* [LISTED ENTRIES]
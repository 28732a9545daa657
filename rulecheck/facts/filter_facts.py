"""Facts of filters: an inductor and the capacitors at its quiet end.

SW - L1 - OUT, C2 at OUT            corner 1 / (2 pi root(L C)), C of the bank at OUT
two inductors into one bank         one filter: their inductances side by side
OUT - L2 - GRID behind it           LCL: resonance root((L1 + L2) / (L1 L2 C)) / (2 pi)
"""

import math
from collections.abc import Iterable, Mapping

from rulecheck.demand import CapacitorBank
from rulecheck.facts.facts import Subject, Value
from rulecheck.facts.inputs import Inputs
from rulecheck.facts.terms import SubjectTerm, link, number, yes_no
from rulecheck.parts import Kind
from rulecheck.stage import Branch, BranchKind, Port, PortKind
from rulecheck.values import Dimension, Unknown
from rulecheck.values.record import Record

HZ, NUMBER = Dimension.FREQUENCY, Dimension.NUMBER

FILTER = SubjectTerm(
    "filter",
    "Inductors from switched nets and the capacitors at their common quiet end.",
    (
        number("inductance", Dimension.INDUCTANCE, "Of its inductors side by side."),
        number("capacitance", Dimension.CAPACITANCE, "Of its capacitors."),
        number("corner", HZ, "1 / (2 pi root(L C))."),
        number("switching-frequency", HZ, "The lowest of the legs before it."),
        number("fundamental", HZ, "The highest frequency of its AC port; 0 for DC."),
        yes_no("alternating", "An AC port stands behind it."),
        yes_no("damped", "A resistor in series with a capacitor, or an electrolytic, damps it."),
        yes_no("third-order", "A further inductor leads on from its capacitors (LCL)."),
        number("resonance", HZ, "Of both inductors with the capacitors, where it is LCL."),
        number("reactive-share", NUMBER, "Its reactive current over its port's, both largest."),
    ),
    (
        link("inductors", "inductor", "Its inductors before the capacitors."),
        link("members", "capacitor", "Its capacitors."),
    ),
)


class _Filter(Record):
    coils: tuple[Branch, ...]
    quiet: str
    bank: CapacitorBank
    beyond: tuple[Branch, ...]


def collect(inputs: Inputs) -> tuple[Subject, ...]:
    return tuple(_filter(inputs, found) for found in _find(inputs))


def _find(inputs: Inputs) -> Iterable[_Filter]:
    stage = inputs.stage
    switched = {net for p in stage.positions for net in (p.start, p.end)}
    coils = [b for b in stage.branches if b.kind is BranchKind.CURRENT and b.part]
    by_quiet: dict[str, list[Branch]] = {}
    for coil in coils:
        for near, quiet in ((coil.start, coil.end), (coil.end, coil.start)):
            if near in switched and quiet not in switched and quiet not in inputs.grounds:
                by_quiet.setdefault(quiet, []).append(coil)
    for quiet, into in by_quiet.items():
        banks = [b for b in inputs.demands.banks.banks if quiet in (b.start, b.end)]
        if banks:
            bank = max(banks, key=lambda b: b.farad if isinstance(b.farad, float) else math.inf)
            beyond = [c for c in coils if quiet in (c.start, c.end) and c not in into]
            yield _Filter(tuple(into), quiet, bank, tuple(beyond))


def _filter(inputs: Inputs, found: _Filter) -> Subject:
    henry, farad = _parallel(found.coils), found.bank.farad
    port = _port_behind(inputs, found)
    values: dict[str, Value] = {
        "inductance": henry,
        "capacitance": farad,
        "corner": _corner(henry, farad),
        "switching-frequency": _frequency(inputs, found),
        "fundamental": _fundamental(port),
        "alternating": port is not None,
        "damped": _damped(inputs, found),
        "third-order": bool(found.beyond),
        "resonance": _resonance(henry, _parallel(found.beyond), farad),
        "reactive-share": _reactive(port, found.bank),
    }
    parts = (*(coil.part for coil in found.coils), *found.bank.members)
    links: Mapping[str, tuple[str, ...]] = {
        "inductors": tuple(coil.part for coil in found.coils),
        "members": found.bank.members,
    }
    nets = (found.quiet,)
    span, related = inputs.span_of_parts(parts), inputs.related_spans(parts)
    return Subject("filter", found.coils[0].part, values, links, parts, nets, span, related)


def _parallel(coils: Iterable[Branch]) -> float | Unknown:
    total = 0.0
    for coil in coils:
        if not coil.value:
            return Unknown(f"inductance of {coil.part}", f"value of {coil.part}")
        total += 1.0 / coil.value
    return 1.0 / total if total else Unknown("a further inductor", "a filter of third order")


def _corner(henry: float | Unknown, farad: float | Unknown) -> Value:
    if isinstance(henry, Unknown) or isinstance(farad, Unknown):
        return henry if isinstance(henry, Unknown) else farad
    return 1.0 / (2.0 * math.pi * math.sqrt(henry * farad))


def _resonance(first: float | Unknown, second: float | Unknown, farad: float | Unknown) -> Value:
    if isinstance(first, Unknown) or isinstance(second, Unknown):
        return first if isinstance(first, Unknown) else second
    return _corner(first * second / (first + second), farad)


def _frequency(inputs: Inputs, found: _Filter) -> Value:
    stage = inputs.stage
    ends = {net for coil in found.coils for net in (coil.start, coil.end)}
    own = [
        switching.frequency
        for net, switching in stage.leg_switching.items()
        if net in ends and switching.frequency
    ]
    value = min(own, default=stage.switching.frequency)
    return value or Unknown("switching frequency", "switching: {frequency: ...}")


def _port_behind(inputs: Inputs, found: _Filter) -> Port | None:
    """The AC port at the quiet end, straight or behind a further inductor."""
    nets = {found.quiet, *(n for coil in found.beyond for n in (coil.start, coil.end))}
    ports = [p for p in inputs.stage.ports if p.kind is not PortKind.DC and nets & set(p.nets)]
    return ports[0] if ports else None


def _fundamental(port: Port | None) -> Value:
    if port is None:
        return 0.0
    if port.frequency is None:
        where = f"ports: {{{port.name}: {{frequency: ...}}}}"
        return Unknown(f"frequency of port {port.name}", where)
    return port.frequency.high


def _reactive(port: Port | None, bank: CapacitorBank) -> Value:
    if port is None:
        return 0.0
    if port.current is None:
        where = f"ports: {{{port.name}: {{draws: ...}}}}"
        return Unknown(f"current of port {port.name}", where)
    frequency = _fundamental(port)
    if isinstance(bank.voltage, Unknown) or isinstance(bank.farad, Unknown):
        return bank.voltage if isinstance(bank.voltage, Unknown) else bank.farad
    if not isinstance(frequency, float):
        return frequency
    reactive = 2.0 * math.pi * frequency * bank.farad * bank.voltage.magnitude
    return reactive / port.current.magnitude if port.current.magnitude else math.inf


def _damped(inputs: Inputs, found: _Filter) -> bool:
    """An electrolytic's own resistance, an RC branch at the quiet net, or a resistor there."""
    for name in found.bank.members:
        if inputs.part_by_name[name].facts.get("ratings.dielectric") == "electrolytic":
            return True
    for name in inputs.parts_at_net.get(found.quiet, ()):
        part = inputs.part_by_name[name]
        if part.kind is Kind.RESISTOR and not isinstance(part.value, Unknown):
            far = [n for net in part.nets if (n := inputs.merged(net)) != found.quiet]
            beyond = {inputs.part_by_name[p].kind for n in far for p in _at(inputs, n)}
            if part.value < 1e3 and beyond <= {Kind.RESISTOR, Kind.CAPACITOR}:
                return True
    return False


def _at(inputs: Inputs, net: str) -> tuple[str, ...]:
    return inputs.parts_at_net.get(net, ())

* [YOUR INSTRUCTIONS]
Set the listing above down again exactly.

* [RESULT OF THE EXERCISE]
repository 28732a9545daa657
filename rulecheck/facts/filter_facts.py
"""Facts of filters: an inductor and the capacitors at its quiet end.

SW - L1 - OUT, C2 at OUT            corner 1 / (2 pi root(L C)), C of the bank at OUT
two inductors into one bank         one filter: their inductances side by side
OUT - L2 - GRID behind it           LCL: resonance root((L1 + L2) / (L1 L2 C)) / (2 pi)
"""

import math
from collections.abc import Iterable, Mapping

from rulecheck.demand import CapacitorBank
from rulecheck.facts.facts import Subject, Value
from rulecheck.facts.inputs import Inputs
from rulecheck.facts.terms import SubjectTerm, link, number, yes_no
from rulecheck.parts import Kind
from rulecheck.stage import Branch, BranchKind, Port, PortKind
from rulecheck.values import Dimension, Unknown
from rulecheck.values.record import Record

HZ, NUMBER = Dimension.FREQUENCY, Dimension.NUMBER

FILTER = SubjectTerm(
    "filter",
    "Inductors from switched nets and the capacitors at their common quiet end.",
    (
        number("inductance", Dimension.INDUCTANCE, "Of its inductors side by side."),
        number("capacitance", Dimension.CAPACITANCE, "Of its capacitors."),
        number("corner", HZ, "1 / (2 pi root(L C))."),
        number("switching-frequency", HZ, "The lowest of the legs before it."),
        number("fundamental", HZ, "The highest frequency of its AC port; 0 for DC."),
        yes_no("alternating", "An AC port stands behind it."),
        yes_no("damped", "A resistor in series with a capacitor, or an electrolytic, damps it."),
        yes_no("third-order", "A further inductor leads on from its capacitors (LCL)."),
        number("resonance", HZ, "Of both inductors with the capacitors, where it is LCL."),
        number("reactive-share", NUMBER, "Its reactive current over its port's, both largest."),
    ),
    (
        link("inductors", "inductor", "Its inductors before the capacitors."),
        link("members", "capacitor", "Its capacitors."),
    ),
)


class _Filter(Record):
    coils: tuple[Branch, ...]
    quiet: str
    bank: CapacitorBank
    beyond: tuple[Branch, ...]


def collect(inputs: Inputs) -> tuple[Subject, ...]:
    return tuple(_filter(inputs, found) for found in _find(inputs))


def _find(inputs: Inputs) -> Iterable[_Filter]:
    stage = inputs.stage
    switched = {net for p in stage.positions for net in (p.start, p.end)}
    coils = [b for b in stage.branches if b.kind is BranchKind.CURRENT and b.part]
    by_quiet: dict[str, list[Branch]] = {}
    for coil in coils:
        for near, quiet in ((coil.start, coil.end), (coil.end, coil.start)):
            if near in switched and quiet not in switched and quiet not in inputs.grounds:
                by_quiet.setdefault(quiet, []).append(coil)
    for quiet, into in by_quiet.items():
        banks = [b for b in inputs.demands.banks.banks if quiet in (b.start, b.end)]
        if banks:
            bank = max(banks, key=lambda b: b.farad if isinstance(b.farad, float) else math.inf)
            beyond = [c for c in coils if quiet in (c.start, c.end) and c not in into]
            yield _Filter(tuple(into), quiet, bank, tuple(beyond))


def _filter(inputs: Inputs, found: _Filter) -> Subject:
    henry, farad = _parallel(found.coils), found.bank.farad
    port = _port_behind(inputs, found)
    values: dict[str, Value] = {
        "inductance": henry,
        "capacitance": farad,
        "corner": _corner(henry, farad),
        "switching-frequency": _frequency(inputs, found),
        "fundamental": _fundamental(port),
        "alternating": port is not None,
        "damped": _damped(inputs, found),
        "third-order": bool(found.beyond),
        "resonance": _resonance(henry, _parallel(found.beyond), farad),
        "reactive-share": _reactive(port, found.bank),
    }
    parts = (*(coil.part for coil in found.coils), *found.bank.members)
    links: Mapping[str, tuple[str, ...]] = {
        "inductors": tuple(coil.part for coil in found.coils),
        "members": found.bank.members,
    }
    nets = (found.quiet,)
    span, related = inputs.span_of_parts(parts), inputs.related_spans(parts)
    return Subject("filter", found.coils[0].part, values, links, parts, nets, span, related)


def _parallel(coils: Iterable[Branch]) -> float | Unknown:
    total = 0.0
    for coil in coils:
        if not coil.value:
            return Unknown(f"inductance of {coil.part}", f"value of {coil.part}")
        total += 1.0 / coil.value
    return 1.0 / total if total else Unknown("a further inductor", "a filter of third order")


def _corner(henry: float | Unknown, farad: float | Unknown) -> Value:
    if isinstance(henry, Unknown) or isinstance(farad, Unknown):
        return henry if isinstance(henry, Unknown) else farad
    return 1.0 / (2.0 * math.pi * math.sqrt(henry * farad))


def _resonance(first: float | Unknown, second: float | Unknown, farad: float | Unknown) -> Value:
    if isinstance(first, Unknown) or isinstance(second, Unknown):
        return first if isinstance(first, Unknown) else second
    return _corner(first * second / (first + second), farad)


def _frequency(inputs: Inputs, found: _Filter) -> Value:
    stage = inputs.stage
    ends = {net for coil in found.coils for net in (coil.start, coil.end)}
    own = [
        switching.frequency
        for net, switching in stage.leg_switching.items()
        if net in ends and switching.frequency
    ]
    value = min(own, default=stage.switching.frequency)
    return value or Unknown("switching frequency", "switching: {frequency: ...}")


def _port_behind(inputs: Inputs, found: _Filter) -> Port | None:
    """The AC port at the quiet end, straight or behind a further inductor."""
    nets = {found.quiet, *(n for coil in found.beyond for n in (coil.start, coil.end))}
    ports = [p for p in inputs.stage.ports if p.kind is not PortKind.DC and nets & set(p.nets)]
    return ports[0] if ports else None


def _fundamental(port: Port | None) -> Value:
    if port is None:
        return 0.0
    if port.frequency is None:
        where = f"ports: {{{port.name}: {{frequency: ...}}}}"
        return Unknown(f"frequency of port {port.name}", where)
    return port.frequency.high


def _reactive(port: Port | None, bank: CapacitorBank) -> Value:
    if port is None:
        return 0.0
    if port.current is None:
        where = f"ports: {{{port.name}: {{draws: ...}}}}"
        return Unknown(f"current of port {port.name}", where)
    frequency = _fundamental(port)
    if isinstance(bank.voltage, Unknown) or isinstance(bank.farad, Unknown):
        return bank.voltage if isinstance(bank.voltage, Unknown) else bank.farad
    if not isinstance(frequency, float):
        return frequency
    reactive = 2.0 * math.pi * frequency * bank.farad * bank.voltage.magnitude
    return reactive / port.current.magnitude if port.current.magnitude else math.inf


def _damped(inputs: Inputs, found: _Filter) -> bool:
    """An electrolytic's own resistance, an RC branch at the quiet net, or a resistor there."""
    for name in found.bank.members:
        if inputs.part_by_name[name].facts.get("ratings.dielectric") == "electrolytic":
            return True
    for name in inputs.parts_at_net.get(found.quiet, ()):
        part = inputs.part_by_name[name]
        if part.kind is Kind.RESISTOR and not isinstance(part.value, Unknown):
            far = [n for net in part.nets if (n := inputs.merged(net)) != found.quiet]
            beyond = {inputs.part_by_name[p].kind for n in far for p in _at(inputs, n)}
            if part.value < 1e3 and beyond <= {Kind.RESISTOR, Kind.CAPACITOR}:
                return True
    return False


def _at(inputs: Inputs, net: str) -> tuple[str, ...]:
    return inputs.parts_at_net.get(net, ())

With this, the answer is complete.